続く仲間の負傷の知らせに彼女の表情の陰りは一つあがる度に濃くなっていく。

 

 

「ごめん…」

 

 

やがて彼女の口から零れたのは小さな謝罪の言葉だった。

淡雪のようにはかなく消えそうなそれであったが、4人は聞き逃さなかった。

しかし、4人はその意味が理解できずポカンとした表情をルーシィに向けた。

 

 

「……ごめんね」

 

 

それでも尚、彼女の口から出てくるのは、似たような謝罪の言葉。

彼女の脳裏に映し出されるのは、串刺しにされたギルド……見世物にされた親友とその幼なじみら……そして、怒りに燃えるマスターの姿。

 

 

「全部……あたしのせいなんだ……」

 

 

膝に置かれた手がギュッと握りしめられる。

その拳にピトン…と一滴の雫が垂れ落ちた。

一方ルーシィの発言の真意が未だに分からない4人の表情には、困惑の色がさらに強く表れる。

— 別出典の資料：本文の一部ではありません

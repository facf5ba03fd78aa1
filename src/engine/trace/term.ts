import type { UnitCode } from '../quantities/units.ts'

/** A number with its unit, its symbol, and where it came from: the id of a step ('' on a silent sheet). */
export type Term<U extends UnitCode = UnitCode> = {
  readonly value: number
  readonly unit: U
  readonly symbol: string
  readonly from: string
}

export function isTerm(x: unknown): x is Term {
  return typeof x === 'object' && x !== null && 'value' in x && 'unit' in x && 'symbol' in x && 'from' in x
}
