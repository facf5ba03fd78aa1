import { type ASTVisitor, GraphQLError, Kind, type SelectionSetNode, type ValidationContext } from 'graphql'
import { costOf } from './cost.ts'
import { limits } from './limits.ts'

type Tally = { readonly depth: number; readonly aliases: number }
const nothing: Tally = { depth: 0, aliases: 0 }

/** Counts a document as it will be executed: each fragment once, its tally added wherever it is spread. */
function tallies(context: ValidationContext): (set: SelectionSetNode) => Tally {
  const known = new Map<string, Tally>()
  const open = new Set<string>()
  const fragment = (name: string): Tally => {
    const definition = context.getFragment(name)
    // A fragment that spreads itself is refused by another rule; here it must only end.
    if (!definition || open.has(name)) return nothing
    let tally = known.get(name)
    if (!tally) {
      open.add(name)
      tally = count(definition.selectionSet)
      open.delete(name)
      known.set(name, tally)
    }
    return tally
  }
  const count = (set: SelectionSetNode): Tally => {
    let [depth, aliases] = [0, 0]
    for (const node of set.selections) {
      if (node.kind === Kind.FIELD) {
        aliases += node.alias ? 1 : 0
        // Introspection is deep by nature; in production it is off altogether.
        const inner = node.selectionSet && !node.name.value.startsWith('__') ? count(node.selectionSet) : nothing
        depth = Math.max(depth, 1 + inner.depth)
        aliases += inner.aliases
      } else {
        const inner = node.kind === Kind.FRAGMENT_SPREAD ? fragment(node.name.value) : count(node.selectionSet)
        depth = Math.max(depth, inner.depth)
        aliases += inner.aliases
      }
    }
    return { depth, aliases }
  }
  return count
}

const refusal = (code: string, what: string, got: number, limit: number) =>
  new GraphQLError(`${what}: ${got}, at most ${limit} are allowed.`, { extensions: { code, got, limit } })

/** The refusal of an operation of this cost; undefined where it is not above the limit. */
export const tooCostly = (cost: number): GraphQLError | undefined =>
  cost > limits.cost ? refusal('query-too-costly', 'Cost of the query', cost, limits.cost) : undefined

/** Refuses a document that is too deep, renames too much, or asks for too much at once. */
export function documentLimits(context: ValidationContext): ASTVisitor {
  const count = tallies(context)
  return {
    OperationDefinition: (node) => {
      const { depth, aliases } = count(node.selectionSet)
      if (depth > limits.depth)
        context.reportError(refusal('query-too-deep', 'Depth of the query', depth, limits.depth))
      if (aliases > limits.aliases)
        context.reportError(refusal('too-many-aliases', 'Aliases in the query', aliases, limits.aliases))
      const costly = tooCostly(costOf(context.getSchema(), context.getDocument(), node))
      if (costly) context.reportError(costly)
      return false
    },
  }
}

/** Refuses to tell the schema; `__typename` stays. */
export function noIntrospection(context: ValidationContext): ASTVisitor {
  return {
    Field: ({ name: { value: name } }) => {
      if (name !== '__schema' && name !== '__type') return
      context.reportError(new GraphQLError('Introspection is off.', { extensions: { code: 'introspection-off' } }))
    },
  }
}
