import { type ASTVisitor, GraphQLError, Kind, type SelectionSetNode, type ValidationContext } from 'graphql'
import { limits, rootCosts } from './limits.ts'

type Tally = { readonly depth: number; readonly aliases: number; readonly cost: number }
const nothing: Tally = { depth: 0, aliases: 0, cost: 0 }

/** Counts a document as it will be executed: each fragment once, its tally added wherever it is spread. */
function tallies(context: ValidationContext): (set: SelectionSetNode) => Tally {
  const known = new Map<string, Tally>()
  const open = new Set<string>()
  const fragment = (name: string): Tally => {
    const definition = context.getFragment(name)
    // A fragment that spreads itself is refused by another rule; here it must only end.
    if (!definition || open.has(name)) return nothing
    let tally = known.get(name)
    if (!tally) {
      open.add(name)
      tally = count(definition.selectionSet)
      open.delete(name)
      known.set(name, tally)
    }
    return tally
  }
  const count = (set: SelectionSetNode): Tally => {
    let [depth, aliases, cost] = [0, 0, 0]
    for (const node of set.selections) {
      if (node.kind === Kind.FIELD) {
        aliases += node.alias ? 1 : 0
        cost += rootCosts[node.name.value] ?? 1
        // Introspection is deep by nature; in production it is off altogether.
        const inner = node.selectionSet && !node.name.value.startsWith('__') ? count(node.selectionSet) : nothing
        depth = Math.max(depth, 1 + inner.depth)
        aliases += inner.aliases
      } else {
        const inner = node.kind === Kind.FRAGMENT_SPREAD ? fragment(node.name.value) : count(node.selectionSet)
        depth = Math.max(depth, inner.depth)
        aliases += inner.aliases
        cost += inner.cost
      }
    }
    return { depth, aliases, cost }
  }
  return count
}

const refusal = (code: string, what: string, got: number, limit: number) =>
  new GraphQLError(`${what}: ${got}, at most ${limit} are allowed.`, { extensions: { code, got, limit } })

/** Refuses a document that is too deep, renames too much, or asks for too much at once. */
export function documentLimits(context: ValidationContext): ASTVisitor {
  const count = tallies(context)
  return {
    OperationDefinition: (node) => {
      const { depth, aliases, cost } = count(node.selectionSet)
      if (depth > limits.depth)
        context.reportError(refusal('query-too-deep', 'Depth of the query', depth, limits.depth))
      if (aliases > limits.aliases)
        context.reportError(refusal('too-many-aliases', 'Aliases in the query', aliases, limits.aliases))
      if (cost > limits.cost) context.reportError(refusal('query-too-costly', 'Cost of the query', cost, limits.cost))
      return false
    },
  }
}

/** Refuses to tell the schema; `__typename` stays. */
export function noIntrospection(context: ValidationContext): ASTVisitor {
  return {
    Field: ({ name: { value: name } }) => {
      if (name !== '__schema' && name !== '__type') return
      context.reportError(new GraphQLError('Introspection is off.', { extensions: { code: 'introspection-off' } }))
    },
  }
}
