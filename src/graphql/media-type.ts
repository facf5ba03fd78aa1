import { accepted } from '../contract/accepted.ts'

/** The two types of GraphQL over HTTP. Under `legacy` a document that cannot be run is still a 200. */
export const legacy = 'application/json'
export const modern = 'application/graphql-response+json'
export type GraphqlMediaType = typeof legacy | typeof modern

/**
 * The type of the answer: the one with the larger quality; at a tie `modern` only where it is named, because a client
 * that names nothing is taken for an old one. Undefined: neither is acceptable.
 */
export function negotiate(accept: string | undefined): GraphqlMediaType | undefined {
  if (accept === undefined || accept.trim() === '') return legacy
  const [old, current] = [accepted(accept, legacy), accepted(accept, modern)]
  const named = current && current.specific === 2 && current.quality > 0
  if (named && current.quality >= (old?.quality ?? 0)) return modern
  if (old && old.quality > 0) return legacy
  return current && current.quality > 0 ? modern : undefined
}
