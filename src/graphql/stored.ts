import { checkKinds } from '../contract/replies.ts'
import { Problem } from '../errors.ts'
import {
  assessmentList,
  countAssessments,
  findAssessments,
  type RecordFilter,
  type RecordOrder,
  type RecordPosition,
  sumAssessments,
  timeOf,
} from '../operations/find-assessments.ts'
import { countJobs, findJobs, type JobFilter, jobList } from '../operations/find-jobs.ts'
import { listChanges } from '../operations/list-changes.ts'
import { countProjects, getProject, listProjects, projectList } from '../operations/list-projects.ts'
import { type CapFilter, type CapPosition, capList } from '../operations/read-caps.ts'
import { type NeighbourPosition, neighbourList } from '../operations/read-many.ts'
import { needScope, ownAssessment, ownRecord } from '../operations/rights.ts'
import { showRecord } from '../operations/show-record.ts'
import { watchJob } from '../operations/watch-job.ts'
import { askedPage, connectionFields, connectionOf } from './connection.ts'
import type { CapConnectionNode } from './nodes.ts'
import { plainInput } from './plain-input.ts'
import type { Resolvers, Trace } from './resolver-types.ts'

/** Arguments without those that are null: clients send null for "not given". */
const given = <T extends object>(args: T) => plainInput(args) as { [K in keyof T]?: NonNullable<T[K]> }

function timed<F extends { from?: string; to?: string }>(filter: F): F {
  const { from, to } = filter
  return { ...filter, ...(from && { from: timeOf('from', from) }), ...(to && { to: timeOf('to', to) }) }
}

function knownCheck(filter: CapFilter): CapFilter {
  const { check } = filter
  if (check !== undefined && !checkKinds.some((kind) => kind === check))
    throw new Problem('bad-query', { field: 'check', expected: checkKinds.join(' or '), got: check })
  return filter
}

async function* mapped<A, B>(events: AsyncIterable<A>, map: (event: A) => B): AsyncGenerator<B> {
  for await (const event of events) yield map(event)
}

/** Fields of Query that read what is stored. */
export const storedQueries = {
  projects: async (_parent, args, { actor, office }) => {
    const { limit, page } = askedPage<string>(projectList, args)
    const rows = (await listProjects(office, actor, page)).map((row) => ({ ...row, position: row.slug }))
    return connectionOf(projectList, rows, limit, () => countProjects(office, actor))
  },
  project: async (_parent, { slug }, { actor, office }) => (await getProject(office, actor, slug)).project,
  assessments: async (_parent, args, { actor, office }) => {
    const { first, after, order = 'oldest', ...rest } = given(args)
    const filter: RecordFilter = timed(rest)
    const list = assessmentList(filter, order)
    const { limit, page } = askedPage<RecordPosition>(list, { first, after })
    const rows = await findAssessments(office, actor, filter, order, page)
    const total = () => countAssessments(office, actor, filter)
    return { ...connectionOf(list, rows, limit, total), sums: () => sumAssessments(office, actor, filter) }
  },
  assessment: async (_parent, { id }, { actor, office }) => showRecord(await ownRecord(office, actor, id)),
  jobs: async (_parent, args, { actor, office }) => {
    const { first, after, ...rest } = given(args)
    const filter: JobFilter = timed(rest)
    const list = jobList(filter)
    const { limit, page } = askedPage<string>(list, { first, after })
    const rows = (await findJobs(office, actor, filter, page)).map((row) => ({ ...row, position: row.id }))
    return connectionOf(list, rows, limit, () => countJobs(office, actor, filter))
  },
} satisfies Resolvers['Query']

export const storedSubscriptions = {
  assessmentProgress: {
    subscribe: async (_parent, { id }, { actor, office }) => {
      needScope(actor, 'read')
      // Refused before the stream begins: within it a refusal would end the socket.
      await ownAssessment(office, actor, id)
      return mapped(watchJob(office, actor, id), (assessmentProgress) => ({ assessmentProgress }))
    },
  },
} satisfies Resolvers['Subscription']

/** Fields of what is stored that are asked for apart. */
export const storedTypes = {
  ProjectConnection: connectionFields(),
  JobConnection: connectionFields(),
  Job: {
    projectSlug: ({ project }) => project,
    done: ({ progress }) => progress.done,
    caps: ({ progress }) => progress.caps,
  },
  AssessmentConnection: { ...connectionFields(), aggregates: ({ sums }) => sums() },
  CapConnection: connectionFields(),
  NeighbourConnection: connectionFields(),
  Project: {
    latest: ({ slug, revision }, _args, { loaders }) => (revision === 0 ? null : loaders.latest.load(slug)),
    assessments: async ({ slug }, args, { loaders }) => {
      const { first, after, order = 'oldest', ...rest } = given(args)
      const filter = timed(rest)
      const list = assessmentList({ ...filter, project: slug }, order as RecordOrder)
      const { limit, page } = askedPage<RecordPosition>(list, { first, after })
      const rows = await loaders.assessments.load({ of: slug, args: { filter, order, page } })
      const total = () => loaders.assessmentCount.load({ of: slug, args: filter })
      const sums = () => loaders.assessmentSums.load({ of: slug, args: filter })
      return { ...connectionOf(list, rows, limit, total), sums }
    },
  },
  Assessment: {
    projectSlug: ({ project }) => project,
    project: ({ project }, _args, { loaders }) => loaders.project.load(project),
    previous: ({ project, revision }, _args, { loaders }) =>
      revision === 1 ? null : loaders.revision.load({ project, revision: revision - 1 }),
    next: ({ project, revision }, _args, { loaders }) => loaders.revision.load({ project, revision: revision + 1 }),
    caps: async ({ id }, args, { loaders }): Promise<CapConnectionNode> => {
      const { first, after, order = 'schedule', ...rest } = given(args)
      const filter = knownCheck(rest)
      const list = capList(id, filter, order)
      const { limit, page } = askedPage<CapPosition>(list, { first, after })
      const rows = await loaders.caps.load({ of: id, args: { filter, order, page } })
      return connectionOf(list, rows, limit, () => loaders.capCount.load({ of: id, args: filter }))
    },
    cap: ({ id }, { mark }, { loaders }) => loaders.cap.load({ record: id, mark }),
    neighbours: async ({ id }, args, { loaders }) => {
      const { first, after, order = 'schedule', ...filter } = given(args)
      const list = neighbourList(id, filter, order)
      const { limit, page } = askedPage<NeighbourPosition>(list, { first, after })
      const rows = await loaders.neighbours.load({ of: id, args: { filter, order, page } })
      return connectionOf(list, rows, limit, () => loaders.neighbourCount.load({ of: id, args: filter }))
    },
    signatures: ({ id }, _args, { loaders }) => loaders.signatures.load(id),
    changes: async ({ id }, { since, first }, { actor, office }) => {
      const { limit } = askedPage('', { first })
      const { compute } = await listChanges(office, actor, id, since ?? undefined)
      return JSON.parse(Buffer.from(await compute(limit, new AbortController().signal)).toString())
    },
    aggregates: ({ id }) => ({ record: id }),
  },
  CapAggregates: {
    byCheck: ({ record }, _args, { loaders }) => loaders.byCheck.load(record),
    byGround: ({ record }, _args, { loaders }) => loaders.byGround.load(record),
    byPileType: ({ record }, _args, { loaders }) => loaders.byPileType.load(record),
  },
  Cap: {
    checks: ({ assessment, ordinal }, _args, { loaders }) => loaders.checks.load({ record: assessment, cap: ordinal }),
    trace: async ({ assessment, ordinal }, _args, { loaders }) =>
      (await loaders.trace.load({ record: assessment, cap: ordinal })) as Trace | null,
  },
} satisfies Resolvers
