/** No request of the contract is nested deeper; what lies below is refused there as it stands. */
const deepest = 32

/**
 * An argument as the REST body would hold it: fields that are null are left out (GraphQL clients send null for
 * "not given"), and objects are ordinary ones. `Object.fromEntries` keeps a field called `__proto__` a field.
 */
export function plainInput(value: unknown, depth = 0): unknown {
  if (depth > deepest || typeof value !== 'object' || value === null) return value
  if (Array.isArray(value)) return value.map((inner) => plainInput(inner, depth + 1))
  return Object.fromEntries(
    Object.entries(value)
      .filter(([, inner]) => inner !== null)
      .map(([key, inner]) => [key, plainInput(inner, depth + 1)]),
  )
}
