export type MethodResolvers<ContextType = Context, ParentType extends ResolversParentTypes['Method'] = ResolversParentTypes['Method']> = {
  id?: Resolver<ResolversTypes['String'], ParentType, ContextType>;
  kind?: Resolver<ResolversTypes['String'], ParentType, ContextType>;
  title?: Resolver<ResolversTypes['String'], ParentType, ContextType>;
  installations?: Resolver<ReadonlyArray<ResolversTypes['String']>, ParentType, ContextType>;
  needs?: Resolver<ReadonlyArray<ResolversTypes['String']>, ParentType, ContextType>;
  parameters?: Resolver<ReadonlyArray<ResolversTypes['MethodParameter']>, ParentType, ContextType>;
  formulas?: Resolver<ReadonlyArray<ResolversTypes['MethodFormula']>, ParentType, ContextType>;
  validity?: Resolver<ResolversTypes['String'], ParentType, ContextType>;
  theory?: Resolver<Maybe<ResolversTypes['String']>, ParentType, ContextType>;
  errorBounds?: Resolver<Maybe<ResolversTypes['String']>, ParentType, ContextType>;
  source?: Resolver<ResolversTypes['Source'], ParentType, ContextType>;
};

export type MethodParameterResolvers<ContextType = Context, ParentType extends ResolversParentTypes['MethodParameter'] = ResolversParentTypes['MethodParameter']> = {
  key?: Resolver<ResolversTypes['String'], ParentType, ContextType>;
  symbol?: Resolver<ResolversTypes['String'], ParentType, ContextType>;
  name?: Resolver<ResolversTypes['String'], ParentType, ContextType>;
  unit?: Resolver<ResolversTypes['String'], ParentType, ContextType>;
  min?: Resolver<ResolversTypes['Float'], ParentType, ContextType>;
  max?: Resolver<ResolversTypes['Float'], ParentType, ContextType>;
  required?: Resolver<ResolversTypes['Boolean'], ParentType, ContextType>;
};

export type MethodFormulaResolvers<ContextType = Context, ParentType extends ResolversParentTypes['MethodFormula'] = ResolversParentTypes['MethodFormula']> = {
  symbol?: Resolver<ResolversTypes['String'], ParentType, ContextType>;
  name?: Resolver<ResolversTypes['String'], ParentType, ContextType>;
  unit?: Resolver<ResolversTypes['String'], ParentType, ContextType>;
  formula?: Resolver<ResolversTypes['String'], ParentType, ContextType>;
  operands?: Resolver<ResolversTypes['JSON'], ParentType, ContextType>;
  source?: Resolver<ResolversTypes['Citation'], ParentType, ContextType>;
  range?: Resolver<Maybe<ResolversTypes['JSON']>, ParentType, ContextType>;
};

export type LimitsResolvers<ContextType = Context, ParentType extends ResolversParentTypes['Limits'] = ResolversParentTypes['Limits']> = {
  depth?: Resolver<ResolversTypes['Int'], ParentType, ContextType>;
  aliases?: Resolver<ResolversTypes['Int'], ParentType, ContextType>;
  tokens?: Resolver<ResolversTypes['Int'], ParentType, ContextType>;
  cost?: Resolver<ResolversTypes['Int'], ParentType, ContextType>;
  bodyBytes?: Resolver<ResolversTypes['Int'], ParentType, ContextType>;
  layers?: Resolver<ResolversTypes['Int'], ParentType, ContextType>;
  pilesPerCap?: Resolver<ResolversTypes['Int'], ParentType, ContextType>;
};

export type PageInfoResolvers<ContextType = Context, ParentType extends ResolversParentTypes['PageInfo'] = ResolversParentTypes['PageInfo']> = {
  hasNextPage?: Resolver<ResolversTypes['Boolean'], ParentType, ContextType>;
  endCursor?: Resolver<Maybe<ResolversTypes['String']>, ParentType, ContextType>;
};

export type ProjectConnectionResolvers<ContextType = Context, ParentType extends ResolversParentTypes['ProjectConnection'] = ResolversParentTypes['ProjectConnection']> = {
  nodes?: Resolver<ReadonlyArray<ResolversTypes['Project']>, ParentType, ContextType>;
  edges?: Resolver<ReadonlyArray<ResolversTypes['ProjectEdge']>, ParentType, ContextType>;
  pageInfo?: Resolver<ResolversTypes['PageInfo'], ParentType, ContextType>;
  totalCount?: Resolver<ResolversTypes['Int'], ParentType, ContextType>;
};

export type ProjectEdgeResolvers<ContextType = Context, ParentType extends ResolversParentTypes['ProjectEdge'] = ResolversParentTypes['ProjectEdge']> = {
  cursor?: Resolver<ResolversTypes['String'], ParentType, ContextType>;
  node?: Resolver<ResolversTypes['Project'], ParentType, ContextType>;
};

export type ProjectResolvers<ContextType = Context, ParentType extends ResolversParentTypes['Project'] = ResolversParentTypes['Project']> = {
  slug?: Resolver<ResolversTypes['String'], ParentType, ContextType>;
  title?: Resolver<ResolversTypes['String'], ParentType, ContextType>;
  createdAt?: Resolver<ResolversTypes['String'], ParentType, ContextType>;
  updatedAt?: Resolver<ResolversTypes['String'], ParentType, ContextType>;
  revision?: Resolver<ResolversTypes['Int'], ParentType, ContextType>;
  latest?: Resolver<Maybe<ResolversTypes['Assessment']>, ParentType, ContextType>;
  assessments?: Resolver<ResolversTypes['AssessmentConnection'], ParentType, ContextType, RequireFields<ProjectAssessmentsArgs, 'order' | 'first'>>;
};

export type AssessmentConnectionResolvers<ContextType = Context, ParentType extends ResolversParentTypes['AssessmentConnection'] = ResolversParentTypes['AssessmentConnection']> = {
  nodes?: Resolver<ReadonlyArray<ResolversTypes['Assessment']>, ParentType, ContextType>;
  edges?: Resolver<ReadonlyArray<ResolversTypes['AssessmentEdge']>, ParentType, ContextType>;
  pageInfo?: Resolver<ResolversTypes['PageInfo'], ParentType, ContextType>;
  totalCount?: Resolver<ResolversTypes['Int'], ParentType, ContextType>;
  aggregates?: Resolver<ResolversTypes['AssessmentAggregates'], ParentType, ContextType>;
};

export type AssessmentEdgeResolvers<ContextType = Context, ParentType extends ResolversParentTypes['AssessmentEdge'] = ResolversParentTypes['AssessmentEdge']> = {
  cursor?: Resolver<ResolversTypes['String'], ParentType, ContextType>;
  node?: Resolver<ResolversTypes['Assessment'], ParentType, ContextType>;
};

export type AssessmentAggregatesResolvers<ContextType = Context, ParentType extends ResolversParentTypes['AssessmentAggregates'] = ResolversParentTypes['AssessmentAggregates']> = {
  count?: Resolver<ResolversTypes['Int'], ParentType, ContextType>;
  exceeded?: Resolver<ResolversTypes['Int'], ParentType, ContextType>;
  caps?: Resolver<ResolversTypes['Int'], ParentType, ContextType>;
  capsExceeded?: Resolver<ResolversTypes['Int'], ParentType, ContextType>;
  largestUtilisation?: Resolver<Maybe<ResolversTypes['Float']>, ParentType, ContextType>;
  byWorstCheck?: Resolver<ReadonlyArray<ResolversTypes['WorstCheckAggregate']>, ParentType, ContextType>;
};

export type WorstCheckAggregateResolvers<ContextType = Context, ParentType extends ResolversParentTypes['WorstCheckAggregate'] = ResolversParentTypes['WorstCheckAggregate']> = {
  check?: Resolver<ResolversTypes['String'], ParentType, ContextType>;
  count?: Resolver<ResolversTypes['Int'], ParentType, ContextType>;
  exceeded?: Resolver<ResolversTypes['Int'], ParentType, ContextType>;
  largestUtilisation?: Resolver<ResolversTypes['Float'], ParentType, ContextType>;
};

export type AssessmentResolvers<ContextType = Context, ParentType extends ResolversParentTypes['Assessment'] = ResolversParentTypes['Assessment']> = {
  id?: Resolver<ResolversTypes['ID'], ParentType, ContextType>;
  projectSlug?: Resolver<ResolversTypes['String'], ParentType, ContextType>;
  project?: Resolver<ResolversTypes['Project'], ParentType, ContextType>;
  revision?: Resolver<ResolversTypes['Int'], ParentType, ContextType>;
  title?: Resolver<ResolversTypes['String'], ParentType, ContextType>;
  state?: Resolver<ResolversTypes['String'], ParentType, ContextType>;
  createdAt?: Resolver<ResolversTypes['String'], ParentType, ContextType>;
  actor?: Resolver<ResolversTypes['String'], ParentType, ContextType>;
  actorKey?: Resolver<Maybe<ResolversTypes['String']>, ParentType, ContextType>;
  engine?: Resolver<ResolversTypes['String'], ParentType, ContextType>;
  requestHash?: Resolver<ResolversTypes['String'], ParentType, ContextType>;
  contentHash?: Resolver<ResolversTypes['String'], ParentType, ContextType>;
  traceHash?: Resolver<ResolversTypes['String'], ParentType, ContextType>;
  previousHash?: Resolver<ResolversTypes['String'], ParentType, ContextType>;
  recordHash?: Resolver<ResolversTypes['String'], ParentType, ContextType>;
  summary?: Resolver<ResolversTypes['Summary'], ParentType, ContextType>;
  previous?: Resolver<Maybe<ResolversTypes['Assessment']>, ParentType, ContextType>;
  next?: Resolver<Maybe<ResolversTypes['Assessment']>, ParentType, ContextType>;
  caps?: Resolver<ResolversTypes['CapConnection'], ParentType, ContextType, RequireFields<AssessmentCapsArgs, 'order' | 'first'>>;
  cap?: Resolver<Maybe<ResolversTypes['Cap']>, ParentType, ContextType, RequireFields<AssessmentCapArgs, 'mark'>>;
  neighbours?: Resolver<ResolversTypes['NeighbourConnection'], ParentType, ContextType, RequireFields<AssessmentNeighboursArgs, 'order' | 'first'>>;
  signatures?: Resolver<ReadonlyArray<ResolversTypes['Signature']>, ParentType, ContextType>;
  changes?: Resolver<Maybe<ResolversTypes['Changes']>, ParentType, ContextType, RequireFields<AssessmentChangesArgs, 'first'>>;
  aggregates?: Resolver<ResolversTypes['CapAggregates'], ParentType, ContextType>;
};

export type SummaryResolvers<ContextType = Context, ParentType extends ResolversParentTypes['Summary'] = ResolversParentTypes['Summary']> = {
  caps?: Resolver<ResolversTypes['Int'], ParentType, ContextType>;
  satisfied?: Resolver<ResolversTypes['Int'], ParentType, ContextType>;
  exceeded?: Resolver<ResolversTypes['Int'], ParentType, ContextType>;
  worst?: Resolver<Maybe<ResolversTypes['WorstCheck']>, ParentType, ContextType>;
  checks?: Resolver<ReadonlyArray<ResolversTypes['KindOfCheck']>, ParentType, ContextType>;
};

export type KindOfCheckResolvers<ContextType = Context, ParentType extends ResolversParentTypes['KindOfCheck'] = ResolversParentTypes['KindOfCheck']> = {
  cap?: Resolver<ResolversTypes['String'], ParentType, ContextType>;
  neighbour?: Resolver<Maybe<ResolversTypes['String']>, ParentType, ContextType>;
  check?: Resolver<ResolversTypes['String'], ParentType, ContextType>;
  combination?: Resolver<ResolversTypes['String'], ParentType, ContextType>;
  utilisation?: Resolver<ResolversTypes['Float'], ParentType, ContextType>;
  count?: Resolver<ResolversTypes['Int'], ParentType, ContextType>;
  exceeded?: Resolver<ResolversTypes['Int'], ParentType, ContextType>;
};

export type WorstCheckResolvers<ContextType = Context, ParentType extends ResolversParentTypes['WorstCheck'] = ResolversParentTypes['WorstCheck']> = {
  cap?: Resolver<ResolversTypes['String'], ParentType, ContextType>;
  neighbour?: Resolver<Maybe<ResolversTypes['String']>, ParentType, ContextType>;
  check?: Resolver<ResolversTypes['String'], ParentType, ContextType>;
  combination?: Resolver<ResolversTypes['String'], ParentType, ContextType>;
  utilisation?: Resolver<ResolversTypes['Float'], ParentType, ContextType>;
};

export type CapAggregatesResolvers<ContextType = Context, ParentType extends ResolversParentTypes['CapAggregates'] = ResolversParentTypes['CapAggregates']> = {
  byCheck?: Resolver<ReadonlyArray<ResolversTypes['CapAggregate']>, ParentType, ContextType>;
  byGround?: Resolver<ReadonlyArray<ResolversTypes['CapAggregate']>, ParentType, ContextType>;
  byPileType?: Resolver<ReadonlyArray<ResolversTypes['CapAggregate']>, ParentType, ContextType>;
};
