import type { UnitCode } from '../quantities/units.ts'
import type { Citation, Source } from '../sources/source.ts'

/** Steps as they stand on the wire. */
export type OperandLine = {
  readonly symbol: string
  readonly value: number
  readonly unit: UnitCode
  readonly from: string
}

type Line = {
  readonly id: string
  readonly symbol: string
  readonly name: string
  readonly value: number
  readonly unit: UnitCode
  readonly quantity: string
}
export type RangeLine = {
  readonly symbol: string
  readonly min?: number
  readonly max?: number
  readonly inside: boolean
}
export type InputStep = Line & {
  readonly kind: 'input'
  readonly from?: string
  readonly default?: true
  readonly reason?: string
  readonly source?: Citation
}
export type FormulaStep = Line & {
  readonly kind: 'formula'
  readonly formula: string
  readonly operands: readonly OperandLine[]
  readonly source: Citation
  readonly range?: readonly RangeLine[]
}
export type SumStep = Line & { readonly kind: 'sum'; readonly operands: readonly OperandLine[] }
export type LookupStep = Line & {
  readonly kind: 'lookup'
  readonly operands: readonly OperandLine[]
  /** The bracketing rows [argument, value]; linear between them. */
  readonly rows: readonly (readonly [number, number])[]
  readonly source: Citation
}
export type ChoiceStep = Line & {
  readonly kind: 'choice'
  readonly rule: 'smallest' | 'largest'
  readonly operands: readonly OperandLine[]
  readonly chosen: string
}
export type SolutionStep = Line & {
  readonly kind: 'solution'
  readonly method: string
  readonly operands: readonly OperandLine[]
  readonly unknowns: readonly { readonly symbol: string; readonly value: number; readonly unit: UnitCode }[]
  readonly residuals: readonly { readonly name: string; readonly value: number }[]
  readonly tolerance: number
  /** Depths between the elements that were solved for, m. */
  readonly mesh?: readonly number[]
  readonly table?: SolutionTable
  readonly source: Citation
}
/** Values that the solution is read from: one symbol and unit a column, one row a line. */
export type SolutionTable = {
  readonly columns: readonly { readonly symbol: string; readonly unit: UnitCode }[]
  readonly rows: readonly (readonly number[])[]
}
export type Step = InputStep | FormulaStep | SumStep | LookupStep | ChoiceStep | SolutionStep

/** The ordered lines from input to result; `results` ties each number of the result (JSON Pointer) to its step. */
export type Trace = {
  readonly steps: readonly Step[]
  readonly results: Readonly<Record<string, string>>
  readonly sources: readonly Source[]
}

そんな中、ルーシィは肩を震わせながらナツらの方に振り向いた。

 

 

「それでもあたし…ギルドにいたいよ……妖精の尻尾(フェアリーテイル)が大好き…!!」

 

 

その瞳からは、大粒の涙がボロボロと溢れ出ており、頬には小さな川が形成されていた。

それを見た4人は全員もれなく動揺の渦へと叩き落とされた。

 

 

「オ…オイ、どした!? 何の事だ…!?」

 

「ん……ずっとここにいればいいの…。ルーシィは悪くないの……」

 

 

彼女が捕まっている間、何を言われたのかは分からないが、今のルーシィの心が酷く摩耗していることは一目瞭然であった。

 

 

「ナツ……戻ろうよ」

 

「お…おう……。しゃあねえな……」

 

 

短く出た提案に、反対する者はもういなかった。

限界が来たのか泣きじゃくるルーシィをナツが背負い、レアは彼女の背中をギルドに着くまで優しくさすってあげたのだった。